- **BRIEF**:
Filter the entries below, keeping every line that has the word "cols".

- **RECORDS FOR THE TASK**:
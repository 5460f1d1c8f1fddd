//! One data row read into a [`Measurement`], or rejected with the file, line and column.

use super::columns::{Columns, Kind};
use super::rules::{RowRules, SwapLog, MAX_LENGTH};
use super::{parse_number, trim_cell, Condition, Dialect, Measurement, Reading, RejectedRow};
use crate::error::Location;
use crate::strain::TrueStrain;
use std::path::Path;

/// Reads one row into a [`Measurement`], or says why it is rejected.
pub(super) struct RowReader<'a> {
    pub(super) cols: &'a Columns,
    pub(super) dialect: Dialect,
    pub(super) file: &'a Path,
    pub(super) line: u64,
    pub(super) record: &'a csv::StringRecord,
    pub(super) rules: &'a RowRules,
    pub(super) swaps: &'a SwapLog,
}

impl RowReader<'_> {
    pub(super) fn reject(&self, col: usize, reason: String) -> RejectedRow {
        RejectedRow {
            location: Location::file(self.file)
                .at_line(self.line)
                .at_column(col as u64 + 1, &self.cols.names[col]),
            id: self.id(),
            reason,
        }
    }

    fn id(&self) -> Option<String> {
        match self.cols.id {
            Some(c) => self.text(c),
            None => Some(self.line.to_string()),
        }
    }

    pub(super) fn text(&self, col: usize) -> Option<String> {
        let v = trim_cell(self.record.get(col)?);
        (!v.is_empty()).then(|| v.to_string())
    }

    pub(super) fn number(&self, col: usize) -> std::result::Result<f64, RejectedRow> {
        let raw = self.record.get(col).unwrap_or("");
        if trim_cell(raw).is_empty() {
            return Err(self.reject(col, "expected a number, found an empty field".into()));
        }
        parse_number(raw, self.dialect).map_err(|e| self.reject(col, e))
    }

    fn optional(&self, col: Option<usize>) -> std::result::Result<Option<f64>, RejectedRow> {
        match col {
            Some(c) if !trim_cell(self.record.get(c).unwrap_or("")).is_empty() => {
                let v = self.number(c)?;
                if v.abs() > MAX_LENGTH {
                    return Err(self.reject(
                        c,
                        format!("{v:e} is beyond ±{MAX_LENGTH:e}: not a position or length"),
                    ));
                }
                Ok(Some(v))
            }
            _ => Ok(None),
        }
    }

    pub(super) fn positive(&self, col: usize, what: &str) -> std::result::Result<f64, RejectedRow> {
        let v = self.number(col)?;
        if v <= 0.0 {
            let hint = if what.ends_with("axis") && v < 0.0 {
                " (an axis is a length; a negative value looks like a strain in percent: \
                 strains go in columns major_eng_pct and minor_eng_pct)"
            } else {
                ""
            };
            return Err(self.reject(
                col,
                format!("{what} must be greater than zero, found {v}{hint}"),
            ));
        }
        Ok(v)
    }

    /// The reading, a note when it was swapped, and whether engineering and true strains
    /// disagree.
    fn reading(&self) -> std::result::Result<(Reading, Option<String>, bool), RejectedRow> {
        let c = self.cols;
        Ok(match c.kind {
            Kind::Axes { major, minor } => {
                let (r, note) = self.axes(major, minor)?;
                (r, note, false)
            }
            Kind::Eng { major, minor } => {
                let (p, note) = self.pair((major, minor), true)?;
                (Reading::Strains(p), note, false)
            }
            Kind::True { major, minor } => {
                let (p, note) = self.pair((major, minor), false)?;
                (Reading::Strains(p), note, false)
            }
            Kind::Both { eng, tru } => {
                let (t, note) = self.pair(tru, false)?;
                let (e, _) = self.pair(eng, true)?;
                // Rounding to 0.01 pp in each column keeps the two within 0.01 pp.
                let off =
                    |a: TrueStrain, b: TrueStrain| (a.percent() - b.percent()).abs() > 0.01 + 1e-9;
                (
                    Reading::Strains(t),
                    note,
                    off(t.major, e.major) || off(t.minor, e.minor),
                )
            }
        })
    }

    /// The measurement, and whether its engineering and true strains disagree.
    pub(super) fn read(&self) -> std::result::Result<(Measurement, bool), RejectedRow> {
        let c = self.cols;
        self.check_size()?;
        // Spreadsheets often end rows with empty fields: they are not fields of the header.
        let mut len = self.record.len();
        while len > c.names.len()
            && self
                .record
                .get(len - 1)
                .is_some_and(|f| trim_cell(f).is_empty())
        {
            len -= 1;
        }
        if len != c.names.len() {
            return Err(RejectedRow {
                location: Location::file(self.file).at_line(self.line),
                id: None,
                reason: format!(
                    "expected {} fields as in the header, found {}",
                    c.names.len(),
                    self.record.len()
                ),
            });
        }
        let id = match c.id {
            Some(col) => self
                .text(col)
                .ok_or_else(|| self.reject(col, "empty id".into()))?,
            None => self.line.to_string(),
        };
        if let Some(col) = c.valid {
            super::parse_valid(self.record.get(col).unwrap_or(""))
                .map_err(|e| self.reject(col, e))?;
        }
        let (reading, swapped, disagree) = self.reading()?;
        let thickness = match c.thickness {
            Some(col) if self.text(col).is_some() => {
                self.optional(Some(col))?;
                Some(self.positive(col, "thickness")?)
            }
            _ => None,
        };
        let thinning = match self.optional(c.thinning)? {
            Some(t) if t >= 100.0 => {
                return Err(self.reject(
                    c.thinning.unwrap_or(0),
                    format!("thinning {t} % is not below 100 %"),
                ))
            }
            t => t.map(|t| t / 100.0),
        };
        let mut note = c.note.and_then(|s| self.text(s));
        if let Some(swap) = swapped {
            self.swaps.add(self.line);
            note = Some(match note {
                Some(n) => format!("{n}; {swap}"),
                None => swap,
            });
        }
        Ok((
            Measurement {
                id,
                line: self.line,
                reading,
                x: self.optional(c.x)?,
                y: self.optional(c.y)?,
                z: self.optional(c.z)?,
                stage: c.stage.and_then(|s| self.text(s)),
                thickness,
                thinning,
                note,
                angle_deg: self.optional(c.angle)?,
                condition: match c.condition {
                    Some(col) => Condition::parse_optional(self.record.get(col).unwrap_or(""))
                        .map_err(|e| self.reject(col, e))?,
                    None => None,
                },
            },
            disagree,
        ))
    }
}

#[cfg(test)]
mod tests {
    //! Expectations from the module documentation of `measure` ("What rejects one row") and
    //! README.md, "What input is refused, and why" (trailing empty fields are read as the row).
    use super::super::{ColumnMap, Header, RowRules};
    use super::*;

    fn row(header: &str, fields: &[&str]) -> std::result::Result<Measurement, RejectedRow> {
        let header = Header::read(
            &mut header.as_bytes(),
            Path::new("m.csv"),
            &ColumnMap::default(),
        )
        .unwrap()
        .with_rules(RowRules {
            d0: Some(2.5),
            ..RowRules::default()
        });
        let record = csv::StringRecord::from(fields.to_vec());
        header.row(&record, 2).map(|(m, _)| m)
    }

    fn refused(header: &str, fields: &[&str]) -> String {
        row(header, fields).unwrap_err().to_string()
    }

    #[test]
    fn a_missing_or_empty_cell_rejects_the_row_where_it_is() {
        let h = "id,major,minor\n";
        assert_eq!(
            refused(h, &["A1", "2.6"]),
            "m.csv:2: expected 3 fields as in the header, found 2"
        );
        assert_eq!(
            refused(h, &["A1", "", "2.5"]),
            "m.csv:2:2 (column `major`): expected a number, found an empty field"
        );
        assert_eq!(
            refused(h, &[" ", "2.6", "2.5"]),
            "m.csv:2:1 (column `id`): empty id"
        );
        let e = row(h, &["A1", "2.6"]).unwrap_err();
        assert_eq!((e.location.line, e.location.column), (Some(2), None));
        // Empty fields after the last column, as spreadsheets write them, are not fields.
        assert!(row(h, &["A1", "2.6", "2.5", "", " "]).is_ok());
        assert!(row(h, &["A1", "2.6", "2.5", "", "x"]).is_err());
    }

    #[test]
    fn axes_and_lengths_must_be_positive_and_finite() {
        let h = "id,major,minor,d0,thickness\n";
        let e = refused(h, &["A1", "-12", "-20", "", ""]);
        assert!(
            e.starts_with(
                "m.csv:2:2 (column `major`): the major axis must be greater than zero, found -12"
            ),
            "{e}"
        );
        assert!(e.contains("looks like a strain in percent"), "{e}");
        let e = refused(h, &["A1", "2.6", "2.5", "0", ""]);
        assert!(e.ends_with("d0 must be greater than zero, found 0"), "{e}");
        let e = refused(h, &["A1", "2.6", "2.5", "", "nan"]);
        assert!(
            e.ends_with("(column `thickness`): expected a finite number, found `nan`"),
            "{e}"
        );
        let e = refused("id,major,minor,x\n", &["A1", "2.6", "2.5", "-2e9"]);
        assert!(
            e.contains("is beyond ±1e9: not a position or length"),
            "{e}"
        );
    }

    #[test]
    fn every_optional_column_is_read() {
        let h = "id;major;minor;x;y;z;stage;thickness;thinning_pct;note;condition;angle_deg\n";
        let fields = [
            "A1", "2,6", "2,5", "1", "-2", "3,5", "op20", "0,71", "11", " wall ", "necked", "45",
        ];
        let m = row(h, &fields).unwrap();
        let close = |a: Option<f64>, b: f64| a.is_some_and(|a| (a - b).abs() < 1e-12);
        assert!(close(m.x, 1.0) && close(m.y, -2.0) && close(m.z, 3.5));
        assert!(close(m.thickness, 0.71) && close(m.thinning, 0.11) && close(m.angle_deg, 45.0));
        assert_eq!(m.stage.as_deref(), Some("op20"));
        assert_eq!(m.note.as_deref(), Some("wall"));
        assert_eq!(m.condition, Some(Condition::Necked));
        let e = refused(
            h,
            &["A1", "2,6", "2,5", "", "", "", "", "", "100", "", "", ""],
        );
        assert!(
            e.ends_with("(column `thinning_pct`): thinning 100 % is not below 100 %"),
            "{e}"
        );
    }
}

- **SOLUTION**:
    pub(super) cols: &'a Columns,
                .at_column(col as u64 + 1, &self.cols.names[col]),
        match self.cols.id {
        let c = self.cols;
        let c = self.cols;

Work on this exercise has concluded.